I don't think that option is available on the 5DIII.


----------



## helpful (Jul 30, 2012)

eoscount.com seems to work

Keep track to make sure it keeps working, however, because I think that it lost track on one of my 7D bodies. It seemed to say I had taken a lot more exposures than I really had. (I had about 110,000 photos on my computer from two 7D bodies purchased brand new, and eoscount.com claimed that the cameras had a total of nearly 200,000 photos taken between them.)


----------



## Kernuak (Jul 30, 2012)

Looks like what I remembered seeing was actually the number of images taken with the current battery.


----------



## Ew (Jul 30, 2012)

Wonder if gPhoto works with 5D3?

With 5D2 and 7D I have a two line script which does it:


killall PTPCamera #Stop the PTPCamera daemon
gphoto2 --get-config /main/status/shuttercounter


----------



## Drizzt321 (Jul 30, 2012)

helpful said:


> eoscount.com seems to work
> 
> Keep track to make sure it keeps working, however, because I think that it lost track on one of my 7D bodies. It seemed to say I had taken a lot more exposures than I really had. (I had about 110,000 photos on my computer from two 7D bodies purchased brand new, and eoscount.com claimed that the cameras had a total of nearly 200,000 photos taken between them.)



Would Live View count towards the number of shutter activations? Also, do you keep 100% of the photos you shoot? Or do you delete some from the back of the camera, and delete others from your computer when they're complete crap? That might explain some/most of the difference.


----------



## SteenerMe (Jul 31, 2012)

I just keep track with an abacus.


----------



## Jason Montalvo (Jul 31, 2012)

I used eos count and it was very accurate as I had just got my 5D Mark III back from canon and the shutter was spot on from what canon had recorded.


----------



## canonian (Aug 1, 2012)

Unfortunately http://eoscount.com/ is only for the PC. I'm on a Mac. 

Any other suggestions? .... and no, an abacus is *not* a solution


----------



## Ew (Aug 3, 2012)

A good way to get shutter actuations (5D Mark III is now supported!) is through gPhoto2.

It's a bit cumbersome to get it up and running, but you also get tethered shooting, and intervelometer functionality.

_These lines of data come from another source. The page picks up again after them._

r"""Pictures of graphs as TikZ, and the layout shared with the image drawer.

A graph is drawn with its vertices as circles showing their genus, its legs
as short labelled strokes, its edges as lines; parallel edges as arcs of
different curvature (bend angles symmetric about the straight line), loops as
drop-shaped curves pointing away from the rest of the graph, spread apart
when a vertex has several loops and legs.  A cover is drawn as its source
(edges labelled by their ramification index ``e``), an arrow, and its base
(edges labelled by the profile over the node, legs by the branch points).

The layout (:func:`layout`) is plain geometry, in centimetres: vertices on a
circle (one vertex at the origin, two side by side), an outward direction per
vertex, and for each loop and leg its own direction; the drawer of
:mod:`covertree.export.draw` uses the same layout.  Coordinates are for the
picture only: nothing here touches the mathematics.

Examples
--------
>>> from covertree.graphs.notation import parse_graph
>>> pic = graph_to_tikz(parse_graph("g0, g1 | 0-0, 0-1^2"))
>>> pic.count(r"\begin{tikzpicture}"), pic.count("to[bend"), pic.count("looseness")
(1, 2, 1)
"""

from __future__ import annotations

import math
from collections.abc import Sequence
from dataclasses import dataclass

from covertree.export.graphs import latex_escape
from covertree.export.latex import latex_document

__all__ = ["Layout", "layout", "graph_to_tikz", "cover_to_tikz", "tikz_document", "strata_tikz", "catalogue_tikz"]

#: Distance between neighbouring vertices on the layout circle (cm).
SPACING = 2.2
#: Length of a leg (cm).
LEG = 0.7
#: Angle between consecutive parallel edges (degrees).
BEND_STEP = 60
#: Widest spread of a bundle of parallel edges (degrees).
BEND_SPREAD = 150
#: Distance from a vertex centre to the far end of a loop (cm).
LOOP_REACH = 1.15
#: Labels closer than this are moved apart (cm).
LABEL_GAP = 0.45
#: Widest fan of loops and legs at a vertex of a graph with several vertices (degrees).
FAN = 240


@dataclass(frozen=True)
class Layout:
    """Positions and directions of a drawing.

    Attributes
    ----------
    positions : list of (x, y)
        Centre of each vertex.
    bends : list of int
        Per edge (input order): bend angle in degrees, 0 straight, positive
        to the left of the direction ``a -> b`` (ignored for loops).
    loop_angles, leg_angles : list of float
        Per edge (``None`` if not a loop) and per leg (in the order of
        ``legs`` flattened): the direction in degrees.
    label_pos : list of float
        Per edge: where along it its label sits (0 to 1), moved off the
        middle when two labels would meet (crossing chords).
    """

    positions: list[tuple[float, float]]
    bends: list[int]
    loop_angles: list[float | None]
    leg_angles: list[float]
    label_pos: list[float]

    def edge_point(self, edges: Sequence[tuple[int, int]], k: int, t: float) -> tuple[float, float]:
        """The point at parameter ``t`` of edge ``k`` (a circular-arc
        approximation by a quadratic curve; loops: the far end of the loop)."""
        a, b = edges[k]
        (x0, y0), (x1, y1) = self.positions[a], self.positions[b]
        if a == b:
            angle = math.radians(self.loop_angles[k])
            return x0 + LOOP_REACH * math.cos(angle), y0 + LOOP_REACH * math.sin(angle)
        cx, cy = self.control(edges, k)
        u = 1 - t
        return u * u * x0 + 2 * u * t * cx + t * t * x1, u * u * y0 + 2 * u * t * cy + t * t * y1

    def control(self, edges: Sequence[tuple[int, int]], k: int) -> tuple[float, float]:
        """Control point of the quadratic curve of a non-loop edge ``k``:
        twice the sagitta ``(d/2) tan(bend/2)`` off the chord, to the left of
        ``a -> b`` for a positive bend."""
        a, b = edges[k]
        (x0, y0), (x1, y1) = self.positions[a], self.positions[b]
        dx, dy = x1 - x0, y1 - y0
        sagitta = math.tan(math.radians(self.bends[k]) / 2) / 2
        return (x0 + x1) / 2 - dy * sagitta * 2, (y0 + y1) / 2 + dx * sagitta * 2


def layout(n_vertices: int, edges: Sequence[tuple[int, int]], legs: Sequence[Sequence[int]]) -> Layout:
    """The layout of a graph (vertices ``0..n-1``, edges as pairs, legs per vertex).

    >>> lay = layout(2, [(0, 1), (0, 1), (1, 1)], [[1], []])
    >>> lay.positions[0][0] < 0 < lay.positions[1][0], lay.bends[:2], lay.loop_angles
    (True, [-30, 30], [None, None, 0.0])
    """
    slots = _positions(n_vertices)
    order = _cyclic_order(n_vertices, edges)
    positions = [slots[order.index(v)] for v in range(n_vertices)]
    bends = _bends(edges)
    loop_angles: list[float | None] = [None] * len(edges)
    leg_angles: list[float] = []
    per_vertex_legs: list[list[int]] = [[] for _ in range(n_vertices)]
    flat = 0
    for v, labels in enumerate(legs):
        for _ in labels:
            per_vertex_legs[v].append(flat)
            flat += 1
    leg_angles = [0.0] * flat
    cx = sum(p[0] for p in positions) / n_vertices
    cy = sum(p[1] for p in positions) / n_vertices
    for v in range(n_vertices):
        loops = [k for k, (a, b) in enumerate(edges) if a == b == v]
        items = [("loop", k) for k in loops] + [("leg", i) for i in per_vertex_legs[v]]
        if not items:
            continue
        x, y = positions[v]
        if n_vertices == 1:
            outward, width = 90.0, 360.0
            angles = [outward + width * i / len(items) for i in range(len(items))]
        else:
            outward = math.degrees(math.atan2(y - cy, x - cx))
            step = min(FAN / len(items), 90)
            angles = [outward + step * (i - (len(items) - 1) / 2) for i in range(len(items))]
        for (kind, k), angle in zip(items, angles):
            angle = round(angle % 360, 1)
            if kind == "loop":
                loop_angles[k] = angle
            else:
                leg_angles[k] = angle
    lay = Layout(positions, bends, loop_angles, leg_angles, [0.5] * len(edges))
    _spread_labels(lay, edges)
    return lay


def _spread_labels(lay: Layout, edges: Sequence[tuple[int, int]]) -> None:
    """Move a label along its edge while it is too close to an earlier one."""
    placed: list[tuple[float, float]] = []
    for k in range(len(edges)):
        for t in (0.5, 0.3, 0.7, 0.2, 0.8):
            x, y = lay.edge_point(edges, k, t)
            if all(math.hypot(x - px, y - py) >= LABEL_GAP for px, py in placed):
                break
        lay.label_pos[k] = t
        placed.append((x, y))


def _positions(n: int) -> list[tuple[float, float]]:
    if n == 1:
        return [(0.0, 0.0)]
    if n == 2:
        half = SPACING / 2
        return [(-half, 0.0), (half, 0.0)]
    radius = SPACING / (2 * math.sin(math.pi / n))
    out = []
    for i in range(n):
        angle = math.pi / 2 + math.pi / n - 2 * math.pi * i / n if n % 2 == 0 else math.pi / 2 - 2 * math.pi * i / n
        out.append((round(radius * math.cos(angle), 3), round(radius * math.sin(angle), 3)))
    return out


#: Largest graph whose cyclic order of vertices is optimised by trying all.
MAX_ORDERED = 7


def _cyclic_order(n: int, edges: Sequence[tuple[int, int]]) -> list[int]:
    """An order of the vertices around the circle with the fewest crossing
    chords, then the shortest chords (all orders tried up to
    :data:`MAX_ORDERED` vertices; otherwise the given order)."""
    from itertools import permutations

    if n <= 3 or n > MAX_ORDERED:
        return list(range(n))
    chords = [(a, b) for a, b in edges if a != b]
    best, best_cost = list(range(n)), None
    for rest in permutations(range(1, n)):
        if rest[0] > rest[-1]:
            continue  # a reflection of an order already tried
        order = (0, *rest)
        slot = {v: i for i, v in enumerate(order)}
        ends = [tuple(sorted((slot[a], slot[b]))) for a, b in chords]
        crossings = sum(
            1 for i, (a, b) in enumerate(ends) for c, d in ends[i + 1:]
            if a < c < b < d or c < a < d < b
        )
        length = sum(min(b - a, n - b + a) for a, b in ends)
        cost = (crossings, length)
        if best_cost is None or cost < best_cost:
            best, best_cost = list(order), cost
    return best


def _bends(edges: Sequence[tuple[int, int]]) -> list[int]:
    groups: dict[tuple[int, int], list[int]] = {}
    for k, (a, b) in enumerate(edges):
        if a != b:
            groups.setdefault((min(a, b), max(a, b)), []).append(k)
    bends = [0] * len(edges)
    for (lo, _hi), ks in groups.items():
        m = len(ks)
        step = min(BEND_STEP, BEND_SPREAD / max(1, m - 1))
        for i, k in enumerate(ks):
            bend = round(step * (i - (m - 1) / 2))
            # bends are measured left of a -> b: flip for edges stored b -> a
            bends[k] = bend if edges[k][0] == lo else -bend
    return bends


def _fmt(x: float) -> str:
    text = f"{x:.2f}".rstrip("0").rstrip(".")
    return "0" if text in ("-0", "") else text


def _picture_lines(genera: Sequence[int], edges: Sequence[tuple[int, int]], legs: Sequence[Sequence[int]],
                   edge_labels: Sequence[str] | None, prefix: str, shift: tuple[float, float]) -> list[str]:
    lay = layout(len(genera), edges, legs)
    sx, sy = shift
    lines = []
    for v, (g, (x, y)) in enumerate(zip(genera, lay.positions)):
        lines.append(f"  \\node[vertex] ({prefix}{v}) at ({_fmt(x + sx)},{_fmt(y + sy)}) {{${g}$}};")
    for k, (a, b) in enumerate(edges):
        label = ""
        if edge_labels is not None and edge_labels[k] != "":
            pos = "" if lay.label_pos[k] == 0.5 else f",pos={lay.label_pos[k]}"
            label = f" node[elabel{pos}] {{${edge_labels[k]}$}}"
        if a == b:
            angle = lay.loop_angles[k]
            lines.append(
                f"  \\draw ({prefix}{a}) to[out={_fmt(angle + 25)},in={_fmt(angle - 25)},looseness=7,min distance=6mm]"
                f"{label} ({prefix}{a});"
            )
        elif lay.bends[k] == 0:
            lines.append(f"  \\draw ({prefix}{a}) to{label} ({prefix}{b});")
        else:
            side = "left" if lay.bends[k] > 0 else "right"
            lines.append(f"  \\draw ({prefix}{a}) to[bend {side}={abs(lay.bends[k])}]{label} ({prefix}{b});")
    flat = 0
    for v, labels in enumerate(legs):
        x, y = lay.positions[v]
        for j in labels:
            angle = math.radians(lay.leg_angles[flat])
            flat += 1
            ex, ey = x + sx + LEG * math.cos(angle), y + sy + LEG * math.sin(angle)
            lx, ly = x + sx + (LEG + 0.22) * math.cos(angle), y + sy + (LEG + 0.22) * math.sin(angle)
            lines.append(f"  \\draw ({prefix}{v}) -- ({_fmt(ex)},{_fmt(ey)});")
            lines.append(f"  \\node[llabel] at ({_fmt(lx)},{_fmt(ly)}) {{${j}$}};")
    return lines


_STYLES = (
    "[vertex/.style={circle,draw,thick,minimum size=6mm,inner sep=1pt,fill=white},"
    "elabel/.style={fill=white,inner sep=1pt,font=\\scriptsize},"
    "llabel/.style={inner sep=1pt,font=\\scriptsize},baseline=(current bounding box.center)]"
)


def _extent(genera, edges, legs) -> float:
    """Half-width of a drawing (cm), for placing two side by side."""
    lay = layout(len(genera), edges, legs)
    return max(abs(x) for x, _ in lay.positions) + LEG + 0.6


def graph_to_tikz(graph, edge_labels: Sequence[str] | None = None) -> str:
    """One ``tikzpicture`` of a :class:`~covertree.graphs.curve_graph.CurveGraph`
    (edges in its canonical order; ``edge_labels`` one per edge)."""
    lines = [r"\begin{tikzpicture}" + _STYLES]
    lines += _picture_lines(graph.vertex_genera, graph.nodes, graph.vertex_legs, edge_labels, "v", (0.0, 0.0))
    lines.append(r"\end{tikzpicture}")
    return "\n".join(lines)


def pair_to_tikz(source, source_labels: Sequence[str], base, base_labels: Sequence[str], degree: int) -> str:
    """One ``tikzpicture``: the graph ``source`` (edge labels ``source_labels``),
    an arrow marked with the degree, and the graph ``base``."""
    left = _extent(source.vertex_genera, source.nodes, source.vertex_legs)
    right = _extent(base.vertex_genera, base.nodes, base.vertex_legs)
    gap = 1.6
    lines = [r"\begin{tikzpicture}" + _STYLES]
    lines += _picture_lines(source.vertex_genera, source.nodes, source.vertex_legs, source_labels, "s", (0.0, 0.0))
    lines += _picture_lines(base.vertex_genera, base.nodes, base.vertex_legs, base_labels, "b", (left + gap + right, 0.0))
    lines.append(f"  \\draw[->,thick] ({_fmt(left + 0.1)},0) -- node[above,font=\\scriptsize] "
                 f"{{$\\times{degree}$}} ({_fmt(left + gap - 0.1)},0);")
    lines.append(r"\end{tikzpicture}")
    return "\n".join(lines)


def cover_to_tikz(cover, base_graph) -> str:
    """One ``tikzpicture`` of a cover: its source (edges labelled by the
    ramification indices ``e``), an arrow, and the base ``base_graph`` (edges
    labelled by the profiles over the nodes, legs by the branch points)."""
    from covertree.catalogue.local_structure import local_structure

    raw = cover.raw
    degree = sum(d for d, v in zip(raw.source_degrees, raw.source_vertex_over) if v == 0)
    indices = local_structure(cover).source_indices
    return pair_to_tikz(cover.source, [str(e) for e in indices], base_graph,
                        [",".join(map(str, p)) for p in cover.edge_profiles], degree)


def tikz_document(pictures: Sequence[str], captions: Sequence[str] | None = None, title: str | None = None) -> str:
    """A complete LaTeX document with one picture per paragraph (and its caption)."""
    lines = []
    for i, pic in enumerate(pictures):
        lines.append(r"\noindent")
        lines.append(pic)
        if captions is not None:
            lines.append(r"\\[2pt]{\small " + captions[i] + "}")
        lines.append(r"\par\bigskip")
    return latex_document("\n".join(lines), title, ["tikz"])


def delta_math(name: str) -> str:
    r"""``delta_1`` as ``$\delta_{1}$``.

    >>> print(delta_math("delta_12"))
    $\delta_{12}$
    """
    return "$\\delta_{" + name.split("_", 1)[1] + "}$"


def _tt(notation: str) -> str:
    return r"\texttt{" + latex_escape(notation) + "}"


def strata_tikz(graphs, standalone: bool = False, title: str | None = None) -> str:
    """One picture per stratum, each followed by its notation (a comment when
    not standalone)."""
    pictures = [graph_to_tikz(g) for g in graphs]
    captions = [f"{i}. {_tt(g.notation)}, $|\\mathrm{{Aut}}| = {g.automorphisms}$"
                for i, g in enumerate(graphs, start=1)]
    if standalone:
        return tikz_document(pictures, captions, title)
    return "\n".join(f"% {i}. {g.notation}\n{pic}" for i, (g, pic) in enumerate(zip(graphs, pictures), start=1))


def catalogue_tikz(cat, standalone: bool = False) -> str:
    """One picture per cover of a catalogue (source, arrow, base)."""
    from covertree.export.rational import latex_rational

    pictures, captions, notes = [], [], []
    for s in cat.strata:
        for i, c in enumerate(s.covers, start=1):
            pictures.append(cover_to_tikz(c, s.base.graph))
            name = f", {delta_math(c.stable_source_name)}" if c.stable_source_name else ""
            captions.append(f"base {_tt(s.base.graph.notation)}, cover {i}: stable source "
                            f"{_tt(c.stable_source.notation)}{name}, $|\\mathrm{{Aut}}| = {c.automorphisms}$, "
                            f"weight ${latex_rational(c.weight)}$")
            notes.append(f"% base {s.base.graph.notation}, cover {i}: source {c.source.notation}, "
                         f"stable source {c.stable_source.notation}")
    if standalone:
        p = cat.problem
        title = (f"Admissible covers of degree {p.degree}, genus {p.genus} over genus {p.target_genus}")
        return tikz_document(pictures, captions, title)
    return "\n".join(f"{note}\n{pic}" for note, pic in zip(notes, pictures))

A write up on installation and usage of gPhoto can be found here: http://photolifetoys.blogspot.com/2012/08/control-your-camera-with-gphoto2-via.html


----------



## Ew (Aug 3, 2012)

Ew said:


> A good way to get shutter actuations (5D Mark III is now supported!) is through gPhoto2.
> 
> It's a bit cumbersome to get it up and running, but you also get tethered shooting, and intervelometer functionality.
> 
> A write up on installation and usage (including getting the shutter count) of gPhoto can be found here: http://photolifetoys.blogspot.com/2012/08/control-your-camera-with-gphoto2-via.html


----------



## canonian (Aug 3, 2012)

Ew said:


> A good way to get shutter actuations (5D Mark III is now supported!) is through gPhoto2.
> 
> It's a bit cumbersome to get it up and running, but you also get tethered shooting, and intervelometer functionality.
> 
> A write up on installation and usage of gPhoto can be found here: http://photolifetoys.blogspot.com/2012/08/control-your-camera-with-gphoto2-via.html



Thanks Ew. That looks like a good solution. A bit involved but definitely worth a shot if it works. I won't have time for a few days but will give it try when I have some downtime.


----------



## Ew (Aug 3, 2012)

Remembered another way to check shutter actuations - MagicLantern !

Goto into MagicLantern menu, under "debug" menu (Dec 2011 unified version - new version location may have changed). Shutter and LiveView actuations are listed.


----------